▶ **Collected data entries**
== == ==
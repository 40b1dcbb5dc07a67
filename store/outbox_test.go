package store

import (
	"bytes"
	"errors"
	"math"
	"path/filepath"
	"testing"
	"time"

	"github.com/gridloupe/gridloupe/metrics"
)

const topicAlarm = "gridloupe/north-weir-dc2/dc2-gw1/alarm"

func msg(c Class, payload string) Message {
	return Message{Class: c, Topic: "gridloupe/north-weir-dc2/dc2-gw1/" + c.String(), Payload: []byte(payload), QoS: 1, Queued: t0}
}

func TestOutboxSeqNeverReused(t *testing.T) {
	t.Parallel()
	path := filepath.Join(t.TempDir(), "seq.db")
	db := openTest(t, Options{Path: path})
	seqs, err := db.Enqueue(msg(ClassTelemetry, "a"), msg(ClassEvent, "b"), msg(ClassAlarm, "c"))
	if err != nil {
		t.Fatal(err)
	}
	if seqs[0] != 1 || seqs[1] != 2 || seqs[2] != 3 {
		t.Fatalf("seqs %v, want 1 2 3 (bbolt NextSequence starts at 1)", seqs)
	}
	if err := db.Ack(seqs...); err != nil {
		t.Fatal(err)
	}
	if err := db.Close(); err != nil {
		t.Fatal(err)
	}
	db = openTest(t, Options{Path: path})
	seqs, err = db.Enqueue(msg(ClassTelemetry, "d"))
	if err != nil {
		t.Fatal(err)
	}
	if seqs[0] != 4 {
		t.Errorf("seq after reopen %d, want 4 (never reused)", seqs[0])
	}
	if p, _ := db.Pending(0, 10); len(p) != 1 || p[0].Seq != 4 {
		t.Errorf("pending after ack and reopen: %+v", p)
	}
	checkBolt(t, db)
}

func TestPendingOrder(t *testing.T) {
	t.Parallel()
	db := openTest(t, Options{})
	classes := []Class{ClassEvent, ClassTelemetry, ClassAlarm, ClassTelemetry, ClassEventWaveform, ClassEvent, ClassAlarm, ClassTelemetry}
	for i, c := range classes {
		m := msg(c, string(rune('a'+i)))
		m.Retain = i%2 == 0
		if _, err := db.Enqueue(m); err != nil {
			t.Fatal(err)
		}
	}
	all, err := db.Pending(0, 100)
	if err != nil || len(all) != len(classes) {
		t.Fatalf("Pending: %d, %v", len(all), err)
	}
	for i, m := range all {
		if m.Seq != uint64(i+1) || m.Class != classes[i] || string(m.Payload) != string(rune('a'+i)) ||
			m.Retain != (i%2 == 0) || m.QoS != 1 || !m.Queued.Equal(t0) || m.Topic != "gridloupe/north-weir-dc2/dc2-gw1/"+classes[i].String() {
			t.Errorf("message %d: %+v", i, m)
		}
	}
	page, err := db.Pending(3, 2)
	if err != nil || len(page) != 2 || page[0].Seq != 4 || page[1].Seq != 5 {
		t.Fatalf("Pending(3, 2): %+v, %v", page, err)
	}
	// Payloads are copies: they survive later writes and changing them changes nothing stored.
	keep := page[0].Payload
	keep[0] = 'X'
	for range 50 {
		if _, err := db.Enqueue(msg(ClassTelemetry, "filler")); err != nil {
			t.Fatal(err)
		}
	}
	again, _ := db.Pending(3, 1)
	if !bytes.Equal(again[0].Payload, []byte("d")) || !bytes.Equal(keep, []byte("X")) {
		t.Errorf("payload not copied: stored %q, kept %q", again[0].Payload, keep)
	}
	if err := db.Ack(2, 4, 999); err != nil {
		t.Fatal(err)
	}
	rest, _ := db.Pending(0, 3)
	if len(rest) != 3 || rest[0].Seq != 1 || rest[1].Seq != 3 || rest[2].Seq != 5 {
		t.Errorf("after Ack(2, 4): %+v", rest)
	}
	if st := db.Stats(); st.Outbox[ClassTelemetry] != 51 {
		t.Errorf("telemetry queued %d, want 51", st.Outbox[ClassTelemetry])
	}
}

func TestEnqueueRejects(t *testing.T) {
	t.Parallel()
	db := openTest(t, Options{})
	cases := []struct {
		name string
		m    Message
		src  string
	}{
		{"empty topic", Message{}, "MQTT 3.1.1 §4.7.3: topic names are at least one character"},
		{"qos 3", Message{Topic: "x", QoS: 3}, "MQTT 3.1.1 §4.3: QoS 0, 1, 2"},
		{"class", Message{Topic: "x", Class: 9}, "closed set of classes"},
	}
	for _, tc := range cases {
		if _, err := db.Enqueue(msg(ClassEvent, "ok"), tc.m); !errors.Is(err, ErrBadMessage) {
			t.Errorf("%s: %v, want ErrBadMessage", tc.name, err)
		}
	}
	if p, _ := db.Pending(0, 10); len(p) != 0 {
		t.Errorf("a rejected batch left %d messages", len(p))
	}
}

func TestCommitAlarm(t *testing.T) {
	t.Parallel()
	path := filepath.Join(t.TempDir(), "alarm.db")
	db := openTest(t, Options{Path: path})
	// The message is written first inside the transaction; the state write
	// then fails (bbolt refuses an empty key), so both must roll back.
	_, err := db.CommitAlarm(AlarmState{Name: ""}, Message{Class: ClassAlarm, Topic: topicAlarm, Payload: []byte("{}")})
	if err == nil {
		t.Fatal("CommitAlarm with an empty name succeeded")
	}
	if p, _ := db.Pending(0, 10); len(p) != 0 {
		t.Errorf("message of a failed transition still queued: %+v", p)
	}
	if st := db.Stats(); st.MessageSeq != 0 || st.Outbox[ClassAlarm] != 0 {
		t.Errorf("failed transition advanced the counters: %+v", st)
	}
	since := t0.Add(20 * time.Minute)
	seq, err := db.CommitAlarm(AlarmState{Name: "current-distortion", Raised: true, Since: since, Value: 8.7, Severity: "warning"},
		Message{Class: ClassAlarm, Topic: topicAlarm, Payload: []byte(`{"name":"current-distortion"}`), QoS: 1})
	if err != nil {
		t.Fatal(err)
	}
	if err := db.SetAlarmState(AlarmState{Name: "pf-low", Pending: true, PendingSince: since, Value: math.NaN()}); err != nil {
		t.Fatal(err)
	}
	if err := db.Close(); err != nil {
		t.Fatal(err)
	}
	db = openTest(t, Options{Path: path})
	states, err := db.AlarmStates()
	if err != nil {
		t.Fatal(err)
	}
	a := states["current-distortion"]
	if !a.Raised || !a.Since.Equal(since) || a.Value != 8.7 || a.Seq != seq || a.Severity != "warning" {
		t.Errorf("state after reopen: %+v (seq %d)", a, seq)
	}
	if b := states["pf-low"]; !b.Pending || !math.IsNaN(b.Value) || b.Raised {
		t.Errorf("pending state: %+v", b)
	}
	p, _ := db.Pending(0, 10)
	if len(p) != 1 || p[0].Seq != seq || p[0].Class != ClassAlarm {
		t.Errorf("alarm message after reopen: %+v", p)
	}
	checkBolt(t, db)
}

func TestOutboxCaps(t *testing.T) {
	t.Parallel()
	path := filepath.Join(t.TempDir(), "caps.db")
	db := openTest(t, Options{Path: path})
	db.OutboxCaps(map[Class]int{ClassTelemetry: 5, ClassEvent: 3, ClassAlarm: 1})
	var batch []Message
	for i := range 10 {
		batch = append(batch, msg(ClassTelemetry, string(rune('0'+i))))
	}
	for i := range 5 {
		batch = append(batch, msg(ClassEvent, string(rune('a'+i))))
	}
	for range 4 {
		batch = append(batch, msg(ClassAlarm, "!"))
	}
	if _, err := db.Enqueue(batch...); err != nil {
		t.Fatal(err)
	}
	// One more telemetry message in a later call drops one more.
	if _, err := db.Enqueue(msg(ClassTelemetry, "z")); err != nil {
		t.Fatal(err)
	}
	want := map[Class]uint64{ClassTelemetry: 6, ClassEvent: 2, ClassEventWaveform: 0, ClassAlarm: 0}
	if got := db.Losses(); !equalLosses(got, want) {
		t.Errorf("losses %v, want %v", got, want)
	}
	p, _ := db.Pending(0, 100)
	var tel, ev string
	alarms := 0
	for _, m := range p {
		switch m.Class {
		case ClassTelemetry:
			tel += string(m.Payload)
		case ClassEvent:
			ev += string(m.Payload)
		case ClassAlarm:
			alarms++
		}
	}
	if tel != "6789z" || ev != "cde" || alarms != 4 {
		t.Errorf("kept telemetry %q, events %q, %d alarms; want 6789z, cde, 4 (oldest dropped, alarms never)", tel, ev, alarms)
	}
	if err := db.Close(); err != nil {
		t.Fatal(err)
	}
	db = openTest(t, Options{Path: path})
	if got := db.Losses(); !equalLosses(got, want) {
		t.Errorf("losses after reopen %v, want %v (persisted)", got, want)
	}
}

func equalLosses(a, b map[Class]uint64) bool {
	for c := range numClasses {
		if a[c] != b[c] {
			return false
		}
	}
	return true
}

// Under the whole-store cap with no aggregates left, the outbox drops in
// order: telemetry, event waveforms, events, and alarms last.
func TestTrimDropOrder(t *testing.T) {
	t.Parallel()
	// 16 MiB: the class shares (at least 3 % = 480 kB) stay far above the
	// 100 kB queued per class, so only trim deletes here.
	db := openTest(t, Options{MaxSizeMB: 16})
	s := setup1([]int{1, 3, 5, 7, 9, 11, 13})
	if err := db.SetLayout(s); err != nil {
		t.Fatal(err)
	}
	payload := bytes.Repeat([]byte("w"), 900)
	// The order the README's "The store" section promises, written out
	// here rather than read from the code.
	order := []victim{
		{class: ClassSummary}, {class: ClassTelemetry},
		{class: ClassTelemetryCoarse}, {class: ClassEventWaveform},
		{level: metrics.Int3s},
		{class: ClassEvent},
		{level: metrics.Int10min}, {level: metrics.Int2h},
		{class: ClassAlarm},
	}
	// Victims in one group may go in either order among themselves.
	group := []int{0, 0, 1, 1, 2, 3, 4, 4, 5}
	for _, v := range order {
		if v.level != 0 {
			var recs []*metrics.Record
			for i := range 300 {
				recs = append(recs, smallRecord(s, v.level, t0.Add(time.Duration(i)*time.Hour), uint64(i)))
			}
			if err := db.PutAggregates(recs); err != nil {
				t.Fatal(err)
			}
			continue
		}
		var batch []Message
		for range 100 {
			m := msg(v.class, "")
			m.Payload = payload
			batch = append(batch, m)
		}
		if _, err := db.Enqueue(batch...); err != nil {
			t.Fatal(err)
		}
	}
	remaining := func(v victim) int {
		st := db.Stats()
		if v.level != 0 {
			return st.Records[v.level]
		}
		return st.Outbox[v.class]
	}
	lost := func(v victim) uint64 {
		if v.level != 0 {
			return db.LostRecords()[v.level]
		}
		return db.Losses()[v.class]
	}
	// Trim in steps of about 50 kB; at every step the victims touched are a
	// prefix of the order of sacrifice (README, The store): one given up
	// only once all before it are gone.
	for step := 0; ; step++ {
		db.wmu.Lock()
		err := db.trim(db.inUse() - 50_000)
		db.wmu.Unlock()
		if err != nil {
			t.Fatal(err)
		}
		for i, v := range order {
			if lost(v) == 0 {
				continue
			}
			for j, before := range order[:i] {
				if n := remaining(before); n != 0 && group[j] < group[i] {
					t.Fatalf("step %d: %+v lost data while %d of %+v remain", step, v, n, before)
				}
			}
		}
		if lost(order[len(order)-2]) > 0 || step > 200 {
			break
		}
	}
	for _, v := range order[:len(order)-2] {
		if remaining(v) != 0 || lost(v) == 0 {
			t.Errorf("%+v: %d remain, %d counted lost; want all given up and counted", v, remaining(v), lost(v))
		}
	}
	checkBolt(t, db)
}

// TestOutboxByteShare: a class's queue never holds more than its share of
// the usable file (classShare); what it gives up is counted and the count
// survives a reopen.
func TestOutboxByteShare(t *testing.T) {
	t.Parallel()
	path := filepath.Join(t.TempDir(), "share.db")
	db := openTest(t, Options{Path: path, MaxSizeMB: 2})
	payload := bytes.Repeat([]byte("t"), 2000)
	sent := 0
	for range 40 {
		var batch []Message
		for range 10 {
			m := msg(ClassTelemetry, "")
			m.Payload = payload
			batch = append(batch, m)
		}
		if _, err := db.Enqueue(batch...); err != nil {
			t.Fatal(err)
		}
		sent += len(batch)
	}
	share := int64(classShare[ClassTelemetry] * float64(db.usable))
	db.mu.Lock()
	held, n := db.outboxBytes[ClassTelemetry], db.outboxN[ClassTelemetry]
	db.mu.Unlock()
	if held > share {
		t.Errorf("telemetry queue %d bytes, share %d", held, share)
	}
	lost := db.Losses()[ClassTelemetry]
	if n == 0 || lost == 0 || int(lost)+n != sent {
		t.Errorf("%d kept + %d lost, %d sent; want kept+lost = sent and both > 0", n, lost, sent)
	}
	if err := db.Close(); err != nil {
		t.Fatal(err)
	}
	db2 := openTest(t, Options{Path: path, MaxSizeMB: 2})
	if got := db2.Losses()[ClassTelemetry]; got != lost {
		t.Errorf("after reopen %d lost, want %d", got, lost)
	}
	if got := db2.Stats().Outbox[ClassTelemetry]; got != n {
		t.Errorf("after reopen %d queued, want %d", got, n)
	}
}

// TestNoteUnstored: records and messages a failed write gave up are counted
// at once and persisted by the next write that succeeds.
func TestNoteUnstored(t *testing.T) {
	t.Parallel()
	path := filepath.Join(t.TempDir(), "unstored.db")
	db := openTest(t, Options{Path: path})
	s := setupV()
	if err := db.SetLayout(s); err != nil {
		t.Fatal(err)
	}
	recs := []*metrics.Record{smallRecord(s, metrics.Int3s, t0, 1), smallRecord(s, metrics.Int3s, t0.Add(3*time.Second), 2), smallRecord(s, metrics.Int10min, t0, 3)}
	db.NoteUnstored(recs, []Message{msg(ClassTelemetry, "a"), msg(ClassAlarm, "b")})
	if got := db.LostRecords(); got[metrics.Int3s] != 2 || got[metrics.Int10min] != 1 {
		t.Errorf("lost records %v, want 2 of 3 s and 1 of 10 min", got)
	}
	if got := db.Losses(); got[ClassTelemetry] != 1 || got[ClassAlarm] != 1 {
		t.Errorf("losses %v, want one telemetry and one alarm message", got)
	}
	if err := db.PutAggregates(recs[:1]); err != nil {
		t.Fatal(err)
	}
	if err := db.Close(); err != nil {
		t.Fatal(err)
	}
	db2 := openTest(t, Options{Path: path})
	if got := db2.LostRecords(); got[metrics.Int3s] != 2 || got[metrics.Int10min] != 1 {
		t.Errorf("after reopen lost records %v, want 2 and 1", got)
	}
	if got := db2.Losses(); got[ClassTelemetry] != 1 || got[ClassAlarm] != 1 {
		t.Errorf("after reopen losses %v", got)
	}
}
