package mqtt_test

import (
	"bytes"
	"encoding/json"
	"math"
	"os"
	"path/filepath"
	"strconv"
	"strings"
	"testing"

	"github.com/gridloupe/gridloupe/stream/mqtt"
	"github.com/gridloupe/gridloupe/stream/mqtt/topic"
	"github.com/gridloupe/gridloupe/stream/summary"
)

func TestTopics(t *testing.T) {
	t.Parallel()
	const base = "gridloupe/north-weir-dc2/dc2-gw1"
	tests := []struct{ name, got, want, src string }{
		{"status", topic.Status(base), base + "/status", "DESIGN.md, Daemon keys, MQTT and store: topic layout"},
		{"telemetry", topic.Telemetry(base, "10min"), base + "/telemetry/10min", "DESIGN.md: .../telemetry/<interval>"},
		{"alarm", topic.Alarm(base), base + "/alarm", "DESIGN.md: .../alarm"},
		{"health", topic.Health(base), base + "/health", "README, MQTT topics and payloads: …/health"},
		{"event", topic.Event(base), base + "/event", "DESIGN.md: .../event"},
	}
	for _, tc := range tests {
		if tc.got != tc.want {
			t.Errorf("%s: got %q, want %q (%s)", tc.name, tc.got, tc.want, tc.src)
		}
	}
}

func TestWithSeq(t *testing.T) {
	t.Parallel()
	tests := []struct {
		name, in string
		seq      uint64
		want     string
		src      string
	}{
		{"object", `{"a":1}`, 12, `{"seq":12,"a":1}`, "README, MQTT topics and payloads: seq inserted as the first key"},
		{"empty object", `{}`, 3, `{"seq":3}`, "RFC 8259 §4: an object with one member has no comma"},
		{"empty object with space", "{ \n}", 3, "{\"seq\":3 \n}", "RFC 8259 §2: whitespace around structural characters is insignificant"},
		{"leading and trailing space", " \t{\"a\":\"b\"}\n", 7, " \t{\"seq\":7,\"a\":\"b\"}\n", "RFC 8259 §2: insignificant whitespace kept as is"},
		{"nested", `{"a":{"b":[1,2]}}`, 1, `{"seq":1,"a":{"b":[1,2]}}`, "README, MQTT topics and payloads: only the outer object gets seq"},
		{"largest seq", `{"x":0}`, ^uint64(0), `{"seq":18446744073709551615,"x":0}`, "uint64 maximum, 2^64-1"},
		{"zero seq", `{"x":0}`, 0, `{"seq":0,"x":0}`, "common practice, no source: 0 is printed, not omitted"},
		{"already first", `{"seq":5,"a":1}`, 9, `{"seq":5,"a":1}`, "doc of WithSeq: a payload whose first key is seq is left unchanged"},
		{"already first spaced", `{ "seq" : 5}`, 9, `{ "seq" : 5}`, "doc of WithSeq, RFC 8259 §2 whitespace"},
		{"seq-like key", `{"seqs":[1]}`, 2, `{"seq":2,"seqs":[1]}`, "doc of WithSeq: only the key seq itself counts"},
		{"array", `[1,2]`, 4, `[1,2]`, "README, MQTT topics and payloads: payloads that are not objects stay unchanged"},
		{"string", `"{x}"`, 4, `"{x}"`, "README, MQTT topics and payloads: not an object"},
		{"number", `42`, 4, `42`, "README, MQTT topics and payloads: not an object"},
		{"empty", ``, 4, ``, "README, MQTT topics and payloads: not an object"},
		{"lone brace", `{`, 4, `{`, "doc of WithSeq: needs a closing brace"},
		{"binary", "\x00\x01{}", 4, "\x00\x01{}", "README, MQTT topics and payloads: not an object (first byte not '{')"},
		{"text", `online`, 4, `online`, "README, MQTT topics and payloads: not an object"},
	}
	for _, tc := range tests {
		t.Run(tc.name, func(t *testing.T) {
			t.Parallel()
			in := []byte(tc.in)
			got := mqtt.WithSeq(in, tc.seq)
			if string(got) != tc.want {
				t.Errorf("WithSeq(%q, %d) = %q, want %q (%s)", tc.in, tc.seq, got, tc.want, tc.src)
			}
			if string(in) != tc.in {
				t.Errorf("input modified: %q", in)
			}
		})
	}
}

// FuzzWithSeq checks, for any input, that a JSON object comes out as a JSON
// object whose first key is seq and whose other members are unchanged, and
// that anything else comes out unchanged.
func FuzzWithSeq(f *testing.F) {
	for _, s := range []string{`{}`, `{"a":1}`, ` {"b":[1,{"c":null}]} `, `[1]`, `"x"`, `{`, `}`, `{"seq":1}`, ``, "{\"a\":\"\\u00e9\"}"} {
		f.Add([]byte(s), uint64(17))
	}
	f.Fuzz(func(t *testing.T, in []byte, seq uint64) {
		orig := bytes.Clone(in)
		out := mqtt.WithSeq(in, seq)
		if !bytes.Equal(in, orig) {
			t.Fatalf("input modified")
		}
		var obj map[string]json.RawMessage
		if json.Unmarshal(in, &obj) != nil {
			return // not a JSON object: WithSeq may pass it through or prefix it; nothing to check
		}
		if _, had := obj["seq"]; had {
			return // first or later key already seq: documented as the caller's business
		}
		var got map[string]json.RawMessage
		if err := json.Unmarshal(out, &got); err != nil {
			t.Fatalf("WithSeq(%q) = %q: not JSON: %v", in, out, err)
		}
		if string(got["seq"]) != strconv.FormatUint(seq, 10) {
			t.Fatalf("seq = %s, want %d", got["seq"], seq)
		}
		if first := firstKey(t, out); first != "seq" {
			t.Fatalf("first key %q, want seq", first)
		}
		delete(got, "seq")
		if len(got) != len(obj) {
			t.Fatalf("%d members after, %d before", len(got), len(obj))
		}
		for k, v := range obj {
			if !bytes.Equal(got[k], v) {
				t.Fatalf("member %q changed: %s -> %s", k, v, got[k])
			}
		}
	})
}

func firstKey(t testing.TB, b []byte) string {
	t.Helper()
	d := json.NewDecoder(bytes.NewReader(b))
	if tok, err := d.Token(); err != nil || tok != json.Delim('{') {
		t.Fatalf("%q: not an object: %v", b, err)
	}
	tok, err := d.Token()
	if err != nil {
		t.Fatalf("%q: %v", b, err)
	}
	k, _ := tok.(string)
	return k
}

// TestStatusTopicAsDocumented: the status topic the publisher uses is the
// README's, with QoS 1 and retained.
func TestStatusTopicAsDocumented(t *testing.T) {
	t.Parallel()
	b, err := os.ReadFile(filepath.Join("..", "..", "README.md"))
	if err != nil {
		t.Fatal(err)
	}
	const base = "gridloupe/north-weir-dc2/dc2-gw1"
	suffix := strings.TrimPrefix(topic.Status(base), base)
	// src: README, MQTT topics and payloads, the table's status row
	if row := "| `…" + suffix + "` | 1, retained |"; !strings.Contains(string(b), row) {
		t.Errorf("README has no row %q for the status topic %q", row, topic.Status(base))
	}
}

// TestWithSeqWithinSummaryBound: "seq" adds exactly summary.SeqBytes to a
// summary at the largest sequence number, so summary.Widest, which the
// gateway checks against summary.MaxBytes, bounds what is published
// (closed form: len(`"seq":`) 6 + 20 digits of 2^64−1 + a comma = 28).
func TestWithSeqWithinSummaryBound(t *testing.T) {
	p := []byte(`{"site":"north-weir-dc2"}`)
	if n := len(mqtt.WithSeq(p, math.MaxUint64)) - len(p); n != summary.SeqBytes {
		t.Errorf(`"seq" adds %d bytes at the largest seq, summary.SeqBytes is %d`, n, summary.SeqBytes)
	}
}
== == ==
▶ **WHAT YOU WILL DO**
Scan the records for the word "largest", and copy each line where it is found.

▶ **YOUR SOLUTION**
		{"largest seq", `{"x":0}`, ^uint64(0), `{"seq":18446744073709551615,"x":0}`, "uint64 maximum, 2^64-1"},
// summary at the largest sequence number, so summary.Widest, which the
		t.Errorf(`"seq" adds %d bytes at the largest seq, summary.SeqBytes is %d`, n, summary.SeqBytes)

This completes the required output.